DIRECTIONS
Write out exactly the lines from the first line of the records below through the line that contains "if (!reader) return", and stop there.

(Collected data)
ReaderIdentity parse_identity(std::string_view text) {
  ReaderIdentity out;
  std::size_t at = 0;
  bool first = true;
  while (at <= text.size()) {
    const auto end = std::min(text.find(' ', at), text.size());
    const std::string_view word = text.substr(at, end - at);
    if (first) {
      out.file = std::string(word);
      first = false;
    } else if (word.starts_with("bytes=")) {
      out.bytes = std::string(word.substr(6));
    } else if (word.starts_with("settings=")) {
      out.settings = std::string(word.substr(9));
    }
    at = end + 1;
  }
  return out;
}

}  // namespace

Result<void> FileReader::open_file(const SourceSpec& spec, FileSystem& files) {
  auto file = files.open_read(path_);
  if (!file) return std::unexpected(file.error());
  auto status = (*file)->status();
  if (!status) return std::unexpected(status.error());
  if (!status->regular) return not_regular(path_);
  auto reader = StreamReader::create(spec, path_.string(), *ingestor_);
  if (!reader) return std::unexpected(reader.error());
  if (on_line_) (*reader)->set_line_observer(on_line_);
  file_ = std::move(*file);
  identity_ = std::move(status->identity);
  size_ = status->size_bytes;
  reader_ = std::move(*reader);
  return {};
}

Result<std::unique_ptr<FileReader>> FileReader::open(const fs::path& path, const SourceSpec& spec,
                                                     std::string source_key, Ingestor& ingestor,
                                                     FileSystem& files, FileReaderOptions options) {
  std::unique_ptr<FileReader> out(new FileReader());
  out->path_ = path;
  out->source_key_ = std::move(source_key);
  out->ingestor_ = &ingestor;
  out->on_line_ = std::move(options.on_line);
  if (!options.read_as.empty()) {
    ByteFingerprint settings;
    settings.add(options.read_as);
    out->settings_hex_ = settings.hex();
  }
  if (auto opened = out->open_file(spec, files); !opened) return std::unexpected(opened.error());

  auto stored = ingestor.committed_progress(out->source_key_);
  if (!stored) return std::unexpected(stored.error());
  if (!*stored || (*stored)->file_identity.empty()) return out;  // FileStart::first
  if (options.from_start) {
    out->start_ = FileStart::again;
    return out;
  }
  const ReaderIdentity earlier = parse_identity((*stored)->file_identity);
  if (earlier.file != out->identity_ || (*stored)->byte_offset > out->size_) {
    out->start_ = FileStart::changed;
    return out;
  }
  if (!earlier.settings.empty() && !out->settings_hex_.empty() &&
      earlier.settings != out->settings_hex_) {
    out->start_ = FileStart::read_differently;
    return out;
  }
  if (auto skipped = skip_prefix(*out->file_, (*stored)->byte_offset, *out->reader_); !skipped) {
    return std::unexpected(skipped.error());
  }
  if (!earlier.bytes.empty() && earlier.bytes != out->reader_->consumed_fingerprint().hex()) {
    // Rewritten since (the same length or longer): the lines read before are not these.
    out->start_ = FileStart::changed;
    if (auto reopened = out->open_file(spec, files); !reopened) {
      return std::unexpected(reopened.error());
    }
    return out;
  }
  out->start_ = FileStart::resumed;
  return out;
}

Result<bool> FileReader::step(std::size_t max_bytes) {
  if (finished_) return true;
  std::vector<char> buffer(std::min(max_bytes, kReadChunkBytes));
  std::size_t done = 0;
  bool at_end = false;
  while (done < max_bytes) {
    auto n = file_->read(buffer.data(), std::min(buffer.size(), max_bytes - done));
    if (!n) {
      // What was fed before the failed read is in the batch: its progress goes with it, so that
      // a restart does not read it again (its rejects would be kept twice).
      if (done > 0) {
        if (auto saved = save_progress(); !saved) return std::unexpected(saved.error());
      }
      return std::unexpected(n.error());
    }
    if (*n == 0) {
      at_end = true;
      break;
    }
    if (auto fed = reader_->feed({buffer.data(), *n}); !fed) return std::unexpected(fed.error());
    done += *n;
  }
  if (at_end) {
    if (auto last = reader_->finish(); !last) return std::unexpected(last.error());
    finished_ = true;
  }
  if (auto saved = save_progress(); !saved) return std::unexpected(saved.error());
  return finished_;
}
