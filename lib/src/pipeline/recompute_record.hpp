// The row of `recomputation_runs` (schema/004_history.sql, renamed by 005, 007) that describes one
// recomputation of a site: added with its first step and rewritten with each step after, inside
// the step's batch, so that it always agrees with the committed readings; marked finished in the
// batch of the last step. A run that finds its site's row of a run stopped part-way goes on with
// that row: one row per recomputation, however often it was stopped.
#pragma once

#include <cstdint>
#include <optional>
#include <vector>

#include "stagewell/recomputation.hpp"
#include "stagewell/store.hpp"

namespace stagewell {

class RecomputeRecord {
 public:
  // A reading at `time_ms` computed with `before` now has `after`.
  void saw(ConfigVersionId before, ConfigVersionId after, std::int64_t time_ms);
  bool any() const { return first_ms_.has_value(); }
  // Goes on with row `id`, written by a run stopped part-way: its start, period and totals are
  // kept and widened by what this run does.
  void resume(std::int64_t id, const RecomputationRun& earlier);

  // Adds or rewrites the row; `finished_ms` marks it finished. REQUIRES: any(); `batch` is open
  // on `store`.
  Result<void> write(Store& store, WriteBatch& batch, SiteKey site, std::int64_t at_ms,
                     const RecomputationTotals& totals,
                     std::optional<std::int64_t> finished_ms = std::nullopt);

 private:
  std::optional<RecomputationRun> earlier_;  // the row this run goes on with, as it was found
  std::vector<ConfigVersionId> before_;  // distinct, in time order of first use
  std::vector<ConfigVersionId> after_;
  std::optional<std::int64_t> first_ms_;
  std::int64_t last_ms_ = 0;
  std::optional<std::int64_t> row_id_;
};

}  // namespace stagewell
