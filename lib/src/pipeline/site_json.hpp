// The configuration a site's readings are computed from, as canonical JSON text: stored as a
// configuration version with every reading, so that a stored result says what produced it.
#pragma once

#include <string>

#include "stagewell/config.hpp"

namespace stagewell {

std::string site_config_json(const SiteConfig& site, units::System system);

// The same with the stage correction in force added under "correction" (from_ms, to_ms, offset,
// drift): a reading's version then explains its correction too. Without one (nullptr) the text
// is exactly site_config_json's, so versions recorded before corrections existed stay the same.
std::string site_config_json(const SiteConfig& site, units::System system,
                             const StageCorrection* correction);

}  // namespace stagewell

TASK RESPONSE
ReaderIdentity parse_identity(std::string_view text) {
  ReaderIdentity out;
  std::size_t at = 0;
  bool first = true;
  while (at <= text.size()) {
    const auto end = std::min(text.find(' ', at), text.size());
    const std::string_view word = text.substr(at, end - at);
    if (first) {
      out.file = std::string(word);
      first = false;
    } else if (word.starts_with("bytes=")) {
      out.bytes = std::string(word.substr(6));
    } else if (word.starts_with("settings=")) {
      out.settings = std::string(word.substr(9));
    }
    at = end + 1;
  }
  return out;
}

}  // namespace

Result<void> FileReader::open_file(const SourceSpec& spec, FileSystem& files) {
  auto file = files.open_read(path_);
  if (!file) return std::unexpected(file.error());
  auto status = (*file)->status();
  if (!status) return std::unexpected(status.error());
  if (!status->regular) return not_regular(path_);
  auto reader = StreamReader::create(spec, path_.string(), *ingestor_);
  if (!reader) return std::unexpected(reader.error());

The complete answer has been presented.